Supplied information:
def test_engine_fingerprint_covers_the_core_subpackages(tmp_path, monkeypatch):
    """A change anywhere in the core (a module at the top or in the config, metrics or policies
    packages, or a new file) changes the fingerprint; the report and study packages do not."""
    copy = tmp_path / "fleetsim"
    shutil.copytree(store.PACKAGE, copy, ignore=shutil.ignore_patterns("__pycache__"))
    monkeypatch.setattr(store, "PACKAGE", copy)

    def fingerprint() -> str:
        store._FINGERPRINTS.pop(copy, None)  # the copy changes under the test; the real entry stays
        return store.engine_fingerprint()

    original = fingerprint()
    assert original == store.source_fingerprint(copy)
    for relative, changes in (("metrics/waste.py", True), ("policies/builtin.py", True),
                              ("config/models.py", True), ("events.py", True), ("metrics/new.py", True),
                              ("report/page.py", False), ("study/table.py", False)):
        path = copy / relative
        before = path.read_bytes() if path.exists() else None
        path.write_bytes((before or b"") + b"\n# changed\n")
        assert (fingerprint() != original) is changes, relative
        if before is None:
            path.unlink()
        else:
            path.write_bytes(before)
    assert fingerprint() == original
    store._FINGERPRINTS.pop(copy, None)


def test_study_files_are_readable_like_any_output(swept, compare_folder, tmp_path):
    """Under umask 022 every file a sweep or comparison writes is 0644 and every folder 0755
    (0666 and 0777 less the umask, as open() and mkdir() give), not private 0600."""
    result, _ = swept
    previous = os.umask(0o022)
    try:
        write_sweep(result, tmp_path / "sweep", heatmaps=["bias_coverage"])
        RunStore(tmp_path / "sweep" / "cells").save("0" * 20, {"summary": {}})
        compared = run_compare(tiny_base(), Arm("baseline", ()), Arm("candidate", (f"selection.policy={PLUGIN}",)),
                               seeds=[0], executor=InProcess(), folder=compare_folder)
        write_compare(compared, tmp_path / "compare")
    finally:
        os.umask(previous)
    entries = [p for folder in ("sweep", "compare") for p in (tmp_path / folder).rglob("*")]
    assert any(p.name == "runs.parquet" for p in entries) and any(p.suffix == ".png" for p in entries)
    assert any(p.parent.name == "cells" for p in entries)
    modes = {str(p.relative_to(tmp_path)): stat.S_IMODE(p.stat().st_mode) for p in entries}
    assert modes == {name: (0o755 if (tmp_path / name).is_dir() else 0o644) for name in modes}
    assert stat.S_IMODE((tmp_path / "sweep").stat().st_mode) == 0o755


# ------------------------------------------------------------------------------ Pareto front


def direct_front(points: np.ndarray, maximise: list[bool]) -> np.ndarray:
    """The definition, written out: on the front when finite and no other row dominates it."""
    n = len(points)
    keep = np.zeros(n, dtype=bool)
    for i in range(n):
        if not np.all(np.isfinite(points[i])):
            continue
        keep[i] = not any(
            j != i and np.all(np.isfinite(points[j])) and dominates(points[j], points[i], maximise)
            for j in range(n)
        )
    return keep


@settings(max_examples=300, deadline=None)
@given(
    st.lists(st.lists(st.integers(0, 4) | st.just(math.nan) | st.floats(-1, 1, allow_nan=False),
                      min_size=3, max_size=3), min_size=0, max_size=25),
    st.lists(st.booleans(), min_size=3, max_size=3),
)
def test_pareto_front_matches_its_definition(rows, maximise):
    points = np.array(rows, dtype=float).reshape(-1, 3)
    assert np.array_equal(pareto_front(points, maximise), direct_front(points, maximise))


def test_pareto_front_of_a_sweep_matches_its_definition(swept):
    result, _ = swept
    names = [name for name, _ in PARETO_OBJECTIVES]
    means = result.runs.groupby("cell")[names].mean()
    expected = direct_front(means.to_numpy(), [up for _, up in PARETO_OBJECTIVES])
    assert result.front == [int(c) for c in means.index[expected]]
...
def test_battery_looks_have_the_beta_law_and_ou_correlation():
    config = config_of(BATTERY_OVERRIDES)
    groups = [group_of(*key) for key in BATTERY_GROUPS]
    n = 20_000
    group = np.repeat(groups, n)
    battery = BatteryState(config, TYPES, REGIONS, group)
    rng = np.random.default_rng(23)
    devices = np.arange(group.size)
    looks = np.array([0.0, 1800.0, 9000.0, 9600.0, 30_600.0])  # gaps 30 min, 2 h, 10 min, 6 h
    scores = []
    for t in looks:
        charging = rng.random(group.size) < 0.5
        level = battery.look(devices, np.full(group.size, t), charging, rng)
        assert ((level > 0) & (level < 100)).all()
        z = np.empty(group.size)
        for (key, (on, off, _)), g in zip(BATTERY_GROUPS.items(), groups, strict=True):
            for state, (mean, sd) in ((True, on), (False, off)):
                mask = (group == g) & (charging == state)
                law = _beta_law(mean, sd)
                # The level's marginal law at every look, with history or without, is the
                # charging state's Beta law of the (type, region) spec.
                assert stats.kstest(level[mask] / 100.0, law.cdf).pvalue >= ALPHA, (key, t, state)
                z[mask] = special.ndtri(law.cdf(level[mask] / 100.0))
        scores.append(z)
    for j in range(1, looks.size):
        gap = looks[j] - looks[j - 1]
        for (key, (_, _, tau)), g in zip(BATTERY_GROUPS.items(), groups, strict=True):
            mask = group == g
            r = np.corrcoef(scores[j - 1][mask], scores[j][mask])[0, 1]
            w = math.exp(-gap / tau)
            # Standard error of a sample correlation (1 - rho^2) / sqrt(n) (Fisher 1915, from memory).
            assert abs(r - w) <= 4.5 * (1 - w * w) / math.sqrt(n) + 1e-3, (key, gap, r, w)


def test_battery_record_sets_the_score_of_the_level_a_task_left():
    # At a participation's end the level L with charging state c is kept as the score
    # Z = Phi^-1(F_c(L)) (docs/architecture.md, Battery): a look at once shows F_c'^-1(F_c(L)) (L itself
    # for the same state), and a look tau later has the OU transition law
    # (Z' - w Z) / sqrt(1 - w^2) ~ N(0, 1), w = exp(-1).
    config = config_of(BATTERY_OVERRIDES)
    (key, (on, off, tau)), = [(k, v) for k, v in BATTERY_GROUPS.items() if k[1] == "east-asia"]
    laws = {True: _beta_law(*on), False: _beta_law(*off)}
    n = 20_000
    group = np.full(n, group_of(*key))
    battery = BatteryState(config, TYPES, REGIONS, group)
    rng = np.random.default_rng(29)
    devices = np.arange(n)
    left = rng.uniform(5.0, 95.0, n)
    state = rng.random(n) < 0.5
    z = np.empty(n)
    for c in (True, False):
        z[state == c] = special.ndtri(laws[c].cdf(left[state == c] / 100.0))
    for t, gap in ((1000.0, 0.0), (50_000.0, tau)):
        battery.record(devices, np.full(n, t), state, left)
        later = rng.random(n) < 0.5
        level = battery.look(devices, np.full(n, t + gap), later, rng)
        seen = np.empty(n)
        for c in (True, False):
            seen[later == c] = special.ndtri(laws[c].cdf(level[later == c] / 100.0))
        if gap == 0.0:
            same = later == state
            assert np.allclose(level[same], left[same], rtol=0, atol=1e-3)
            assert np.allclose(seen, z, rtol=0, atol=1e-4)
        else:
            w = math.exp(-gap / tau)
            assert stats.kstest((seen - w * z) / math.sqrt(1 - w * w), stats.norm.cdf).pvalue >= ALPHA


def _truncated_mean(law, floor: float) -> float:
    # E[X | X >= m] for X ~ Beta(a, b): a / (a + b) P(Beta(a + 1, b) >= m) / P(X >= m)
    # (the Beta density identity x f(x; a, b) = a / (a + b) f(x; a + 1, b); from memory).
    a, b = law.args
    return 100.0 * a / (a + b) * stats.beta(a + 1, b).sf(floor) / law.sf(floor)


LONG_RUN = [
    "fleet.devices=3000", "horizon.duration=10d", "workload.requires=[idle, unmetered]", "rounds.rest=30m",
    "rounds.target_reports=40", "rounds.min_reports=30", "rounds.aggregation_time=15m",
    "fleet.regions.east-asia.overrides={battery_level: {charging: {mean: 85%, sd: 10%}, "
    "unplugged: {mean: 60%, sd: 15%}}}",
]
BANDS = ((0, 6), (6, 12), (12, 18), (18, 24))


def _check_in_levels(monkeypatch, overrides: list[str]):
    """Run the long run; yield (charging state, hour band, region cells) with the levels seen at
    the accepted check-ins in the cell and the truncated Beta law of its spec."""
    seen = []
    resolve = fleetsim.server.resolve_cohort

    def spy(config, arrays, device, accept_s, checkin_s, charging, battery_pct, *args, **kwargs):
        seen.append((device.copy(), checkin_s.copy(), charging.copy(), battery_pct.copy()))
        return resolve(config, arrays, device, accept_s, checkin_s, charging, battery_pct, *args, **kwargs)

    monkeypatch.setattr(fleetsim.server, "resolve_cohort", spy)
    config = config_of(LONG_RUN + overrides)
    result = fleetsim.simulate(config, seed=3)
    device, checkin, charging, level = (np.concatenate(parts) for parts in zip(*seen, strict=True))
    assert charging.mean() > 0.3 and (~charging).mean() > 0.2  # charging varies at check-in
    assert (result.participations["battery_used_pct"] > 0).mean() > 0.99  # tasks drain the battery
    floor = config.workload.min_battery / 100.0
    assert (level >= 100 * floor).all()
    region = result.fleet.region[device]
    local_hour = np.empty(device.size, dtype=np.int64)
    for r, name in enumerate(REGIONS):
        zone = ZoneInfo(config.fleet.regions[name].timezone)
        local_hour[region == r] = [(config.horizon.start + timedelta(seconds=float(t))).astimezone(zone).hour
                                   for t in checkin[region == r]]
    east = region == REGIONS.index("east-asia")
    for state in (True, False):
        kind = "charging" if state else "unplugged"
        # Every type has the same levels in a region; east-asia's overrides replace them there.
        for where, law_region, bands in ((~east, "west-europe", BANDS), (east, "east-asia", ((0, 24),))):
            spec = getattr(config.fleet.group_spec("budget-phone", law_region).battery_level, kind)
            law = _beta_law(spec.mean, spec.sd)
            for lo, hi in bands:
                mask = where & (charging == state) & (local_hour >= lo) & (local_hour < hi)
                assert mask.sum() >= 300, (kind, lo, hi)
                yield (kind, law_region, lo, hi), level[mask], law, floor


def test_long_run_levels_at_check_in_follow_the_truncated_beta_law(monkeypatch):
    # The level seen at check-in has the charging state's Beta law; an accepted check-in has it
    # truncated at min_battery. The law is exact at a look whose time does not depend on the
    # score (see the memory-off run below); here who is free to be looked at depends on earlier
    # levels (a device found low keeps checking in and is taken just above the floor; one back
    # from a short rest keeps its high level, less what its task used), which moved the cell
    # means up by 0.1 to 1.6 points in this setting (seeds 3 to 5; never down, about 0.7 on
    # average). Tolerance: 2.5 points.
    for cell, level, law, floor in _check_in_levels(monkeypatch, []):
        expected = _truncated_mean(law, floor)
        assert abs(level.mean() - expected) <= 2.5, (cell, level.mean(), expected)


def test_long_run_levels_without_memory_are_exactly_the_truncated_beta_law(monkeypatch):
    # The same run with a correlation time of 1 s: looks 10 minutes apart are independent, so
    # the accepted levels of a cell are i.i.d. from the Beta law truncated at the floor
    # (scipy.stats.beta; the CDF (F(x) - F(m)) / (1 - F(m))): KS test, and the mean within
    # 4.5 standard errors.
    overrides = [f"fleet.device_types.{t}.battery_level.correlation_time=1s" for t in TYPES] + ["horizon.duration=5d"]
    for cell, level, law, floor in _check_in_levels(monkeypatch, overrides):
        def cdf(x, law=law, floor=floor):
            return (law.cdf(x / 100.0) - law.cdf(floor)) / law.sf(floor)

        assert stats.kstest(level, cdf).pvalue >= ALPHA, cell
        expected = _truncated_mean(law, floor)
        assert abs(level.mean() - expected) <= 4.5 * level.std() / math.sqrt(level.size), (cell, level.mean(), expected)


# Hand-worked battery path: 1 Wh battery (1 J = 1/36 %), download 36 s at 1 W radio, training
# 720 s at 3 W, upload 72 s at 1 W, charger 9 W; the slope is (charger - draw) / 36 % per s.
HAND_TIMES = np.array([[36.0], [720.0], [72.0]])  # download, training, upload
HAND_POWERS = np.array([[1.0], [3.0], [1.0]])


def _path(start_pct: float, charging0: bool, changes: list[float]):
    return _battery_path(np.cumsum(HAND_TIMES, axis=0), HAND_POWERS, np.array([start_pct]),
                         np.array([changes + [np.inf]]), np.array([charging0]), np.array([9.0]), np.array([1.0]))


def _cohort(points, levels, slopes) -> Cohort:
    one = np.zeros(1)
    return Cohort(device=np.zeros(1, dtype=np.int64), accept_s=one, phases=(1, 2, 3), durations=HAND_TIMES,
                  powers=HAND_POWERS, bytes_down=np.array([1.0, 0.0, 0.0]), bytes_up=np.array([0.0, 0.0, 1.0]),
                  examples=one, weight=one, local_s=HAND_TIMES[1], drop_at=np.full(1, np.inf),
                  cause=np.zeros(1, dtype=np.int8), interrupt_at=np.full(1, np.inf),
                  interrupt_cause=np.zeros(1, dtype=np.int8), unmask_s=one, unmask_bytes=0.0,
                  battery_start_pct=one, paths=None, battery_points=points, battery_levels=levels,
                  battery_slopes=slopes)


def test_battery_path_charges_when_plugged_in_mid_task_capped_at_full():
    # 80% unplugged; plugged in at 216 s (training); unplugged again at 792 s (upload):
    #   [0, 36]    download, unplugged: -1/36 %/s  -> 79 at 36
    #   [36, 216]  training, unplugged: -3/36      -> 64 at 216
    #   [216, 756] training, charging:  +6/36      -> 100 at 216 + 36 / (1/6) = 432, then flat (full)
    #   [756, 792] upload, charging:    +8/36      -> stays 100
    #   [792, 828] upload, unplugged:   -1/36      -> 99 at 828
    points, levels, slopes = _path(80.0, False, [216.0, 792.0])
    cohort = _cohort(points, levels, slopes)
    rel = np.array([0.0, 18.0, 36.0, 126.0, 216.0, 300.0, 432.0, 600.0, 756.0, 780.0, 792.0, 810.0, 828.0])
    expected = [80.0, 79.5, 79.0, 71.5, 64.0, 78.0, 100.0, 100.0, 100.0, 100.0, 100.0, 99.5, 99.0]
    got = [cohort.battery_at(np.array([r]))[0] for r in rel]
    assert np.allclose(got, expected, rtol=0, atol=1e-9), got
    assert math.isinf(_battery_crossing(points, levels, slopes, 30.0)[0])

Activity: Here the job is to set down exactly the lines of the material above that fall between the one with "-> 99 at 828" and the one with "levels, slopes, 30.0)[0])", inclusive, and nothing beyond them.

Written response:
    #   [792, 828] upload, unplugged:   -1/36      -> 99 at 828
    points, levels, slopes = _path(80.0, False, [216.0, 792.0])
    cohort = _cohort(points, levels, slopes)
    rel = np.array([0.0, 18.0, 36.0, 126.0, 216.0, 300.0, 432.0, 600.0, 756.0, 780.0, 792.0, 810.0, 828.0])
    expected = [80.0, 79.5, 79.0, 71.5, 64.0, 78.0, 100.0, 100.0, 100.0, 100.0, 100.0, 99.5, 99.0]
    got = [cohort.battery_at(np.array([r]))[0] for r in rel]
    assert np.allclose(got, expected, rtol=0, atol=1e-9), got
    assert math.isinf(_battery_crossing(points, levels, slopes, 30.0)[0])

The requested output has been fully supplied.